From the Pritchard et al. abstract:
“The fossil record of early-diverging pan-archosaurs and pan-lepidosaurs in the Triassic is biased towards large-bodied animals (1+ meters). The Triassic Newark Supergroup of eastern North America has produced tantalizing specimens of small reptiles, hinting at high diversity on the continent. Among these is a remarkable diapsid skull (~2.5 cm length) lacking teeth and a mandible, from the Upper Triassic New Haven Arkose of Connecticut that has been referred to as one of the oldest sphenodontians from North America (referred to herein as the New Haven Reptile). 

“Following further preparation, we re-assessed the affinities of the New Haven Reptile using three-dimensional reconstruction of microCT data. The ontogenetic state of the New Haven Reptile is uncertain; despite the extensive reinforcement of the skull, the skull roof exhibits a large fontanelle between frontals and parietals. The feeding apparatus of this species is distinct from most small-bodied Triassic diapsids, with a strongly reinforced rostrum, a narrow sagittal crest on the parietals, and transverse expansion of postorbitals and jugals. The latter two conditions suggest transverse expansions of deep and superficial adductor musculature in a manner very similar to derived Rhynchosauria. This may suggest a specialized herbivorous diet similar to rhynchosaurs, although the New Haven Reptile is smaller than most modern herbivorous diapsids. 

“A phylogenetic analysis suggests that the New Haven Reptile is not a sphenodontian but an early pan-archosaur, representing a distinctive and previously unrecognized lineage. Regardless of its affinities, the New Haven Reptile differs from other small-bodied Triassic Sauria in its hypertrophied jaw musculature suggesting a greater dietary specialization in these taxa than previously understood. It underscores the importance of geographically undersampled regions in understanding the true ecomorphological diversity in the fossil record.”

So, what is the New Haven reptile?
Without seeing the fossil or the presentation, we start with what was offered:

  1. a small taxon (skull = 2.5cm)
  2. like a sphenodontian, diapsid temporal openings
  3. lacking teeth
  4. extensive reinforcement of the skull
  5. large fontanelle between frontals and parietals (pineal?)
  6. strongly reinforced rostrum
  7. a narrow sagittal crest on the parietals
  8. transverse expansion of postorbitals and jugals, like rhynchosaurs
  9. hypertrophied jaw musculature
Figure 1. Priosphenodon model. This is the first data I've seen on the dorsal skull and postcrania. Photo courtesy of Dr. Apesteguía.

Figure 1. Priosphenodon model. Is this what the New Haven Reptile looked like? Note the dorsal fontanelle, the pineal opening that largely disappears in rhynchosaurs. 

This sounds like
Priosphenodon avelasi, (Figs. 1, 2) which is a transitional taxon more derived than sphenodontians and more primitive than rhynchosaurs. The only skull known to me is about 8cm in length, or 3x larger than the New Haven Reptile. Priosphenodon was a late-surviving Cenomian, Cretaceous taxon, more derived  than the even later-surviving extant taxon, Sphenodon.

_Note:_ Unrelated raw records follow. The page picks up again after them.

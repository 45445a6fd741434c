/**
 * The reading flags every table command shares (src/cli/read-flags.ts): `--derive`, `--kind`,
 * `--complex-pairs`, `--format`, declared once with one wording, and their configuration keys
 * (`derive`, `kinds`, `complexPairs`, `format`). The planted relation is invented; least squares
 * recovers an exact linear relation whenever the design has full rank (a fact of the trade).
 */
import { describe, it, expect } from 'vitest';
import { buildProgram, runCli } from '../../src/cli/main.ts';
import { memoryIO } from '../../src/cli/io.ts';
import { parseConfig } from '../../src/run/config.ts';
import { SurmiseError } from '../../src/errors.ts';
import { put, tempDir } from '../table/helpers.ts';

const dir = tempDir('readflags');
// invented rows: y = 1 + 2·re(cza) + 3·im(cza) exactly
const rows = [
  [0.5, 2],
  [1.25, -1],
  [-2, 1],
  [3, 0.5],
  [0.75, 4],
  [-1.5, -2.5],
];
put(dir, 'pair.csv', ['cza_re,cza_im,y', ...rows.map(([a, b]) => `${a},${b},${1 + 2 * a! + 3 * b!}`)].join('\n') + '\n');

const FLAGS = ['--derive', '--kind', '--complex-pairs', '--format'];
const TABLE_COMMANDS = ['inspect', 'rank', 'fit', 'search', 'residual', 'bound'];

async function cli(...args: string[]) {
  const io = memoryIO(dir);
  const code = await runCli(args, io);
  return { code, out: io.out, err: io.err };
}

describe('one set of reading flags on every table command', () => {
  it('inspect, rank, fit, search, residual and bound each have the four flags, worded alike', () => {
    const program = buildProgram(memoryIO());
    const help = new Map<string, string>();
    for (const name of TABLE_COMMANDS) {
      const cmd = program.commands.find((c) => c.name() === name)!;
      for (const flag of FLAGS) {
        const o = cmd.options.find((x) => x.long === flag);
        expect(o, `${name} ${flag}`).toBeDefined();
        if (!help.has(flag)) help.set(flag, o!.description);
        expect(o!.description, `${name} ${flag}`).toBe(help.get(flag));
      }
    }
  });

  it('fit joins cza_re/cza_im by default, keeps them apart with --complex-pairs none, and recovers the planted coefficients either way', async () => {
    const joined = await cli('fit', 'pair.csv', '--target', 'y', '--terms', 're(cza); im(cza)', '--json');
    expect(joined.code, joined.err).toBe(0);
    const j = JSON.parse(joined.out);
    const coef = (r: { terms: Array<{ coef: number }> }) => r.terms.map((t) => t.coef);
    expect(coef(j)[0]).toBeCloseTo(1, 10);
    expect(coef(j)[1]).toBeCloseTo(2, 10);
    expect(coef(j)[2]).toBeCloseTo(3, 10);

    const apart = await cli('fit', 'pair.csv', '--target', 'y', '--terms', 're(cza); im(cza)', '--complex-pairs', 'none');
    expect(apart.code).toBe(2);
    // the expression's position is shown under it (README "Errors")
    expect(apart.err).toMatch(/^surmise: unknown column 'cza' at position 4 of the expression/);
    expect(apart.err).toMatch(/\[expr\.unknownColumn\]\n$/);

    const parts = await cli('fit', 'pair.csv', '--target', 'y', '--terms', 'cza_re; cza_im', '--complex-pairs', 'none', '--json');
    expect(parts.code, parts.err).toBe(0);
    expect(coef(JSON.parse(parts.out))[2]).toBeCloseTo(3, 10);
  });

  it('--complex-pairs shows its real default, auto (the rule used when it is not given), not none', () => {
    const program = buildProgram(memoryIO());
    for (const name of TABLE_COMMANDS) {
      const o = program.commands.find((c) => c.name() === name)!.options.find((x) => x.long === '--complex-pairs')!;
      expect(o.defaultValueDescription, name).toBe('auto');
    }
  });

  it('a column given two kinds is refused, naming the flag, not silently overwritten', async () => {
    const r = await cli('inspect', 'pair.csv', '--kind', 'y=integer', '--kind', 'y=real', '--no-progress');
    expect(r.code).toBe(2);
    expect(r.err).toBe("surmise: --kind y=real: column 'y' already has a kind (integer); give each column one --kind [cli.badKind]\n");
  });

  it('a bad --complex-pairs or --format is refused on one line naming the flag, before any work', async () => {
    const pairs = await cli('bound', 'pair.csv', '--lhs', 'y', '--rhs', 'cza_re', '--complex-pairs', 'auto', '--complex-pairs', 'none');
    expect(pairs.code).toBe(2);
    expect(pairs.err).toMatch(/^surmise: --complex-pairs auto none: 'auto' cannot be combined.*\[cli\.badComplexPairs\]\n$/);
    const format = await cli('bound', 'pair.csv', '--lhs', 'y', '--rhs', 'cza_re', '--format', 'xlsx');
    expect(format.code).toBe(2);
    expect(format.err).toMatch(/^surmise: --format xlsx: expected one of csv, tsv, json, jsonl.*\[cli\.badFormat\]\n$/);
  });
});

describe('the configuration keys of the same choices', () => {
  it('complexPairs takes the same values as --complex-pairs (one value may be written without brackets)', () => {
    expect(parseConfig('table: t.csv\ntarget: y\n', 'c.yaml').config.complexPairs).toEqual([]);
    expect(parseConfig('table: t.csv\ntarget: y\ncomplexPairs: none\n', 'c.yaml').config.complexPairs).toEqual(['none']);
    expect(parseConfig('table: t.csv\ntarget: y\ncomplexPairs: ["z=a_re,a_im"]\n', 'c.yaml').config.complexPairs).toEqual(['z=a_re,a_im']);
  });

  it('a bad complexPairs names the key and its line', () => {
    let err: unknown;
    try {
      parseConfig('table: t.csv\ntarget: y\ncomplexPairs: [auto, none]\n', 'c.yaml');
    } catch (e) {
      err = e;
    }
    expect(err).toBeInstanceOf(SurmiseError);
    expect((err as Error).message).toBe("c.yaml:3:15: complexPairs: auto none: 'auto' cannot be combined with other complexPairs values; expected auto, none, or NAME=RE,IM (repeatable), e.g. complexPairs za=za_re,za_im");
  });
});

Figure 3. Priosphenodon nests closer to rhynchosaurs than Mesosuchus does, yet it was not included in the Ezcurra et al. 2016 study.

Figure 2. Priosphenodon nests closer to rhynchosaurs than Mesosuchus does, yet it was not included in the Ezcurra et al. 2016 study.

If my guess is valid,
its no wonder that Pritchard et al. are confused. To them rhynchosaurs are not related to sphendontians. These fellow workers need to include more taxa in their analysis and a suggested list is found at the
large reptile tree (LRT, 1069 taxa). 

If it is something different
please send an image or publication and I will add it to the LRT.

Pritchard AC, Bhullar B-A S and Gauthier JA 2017. A tiny, early pan-archosaur from the Early Triassic of Connecticut and the diversity of the early saurian feeding apparatus. SVP abstracts 2017.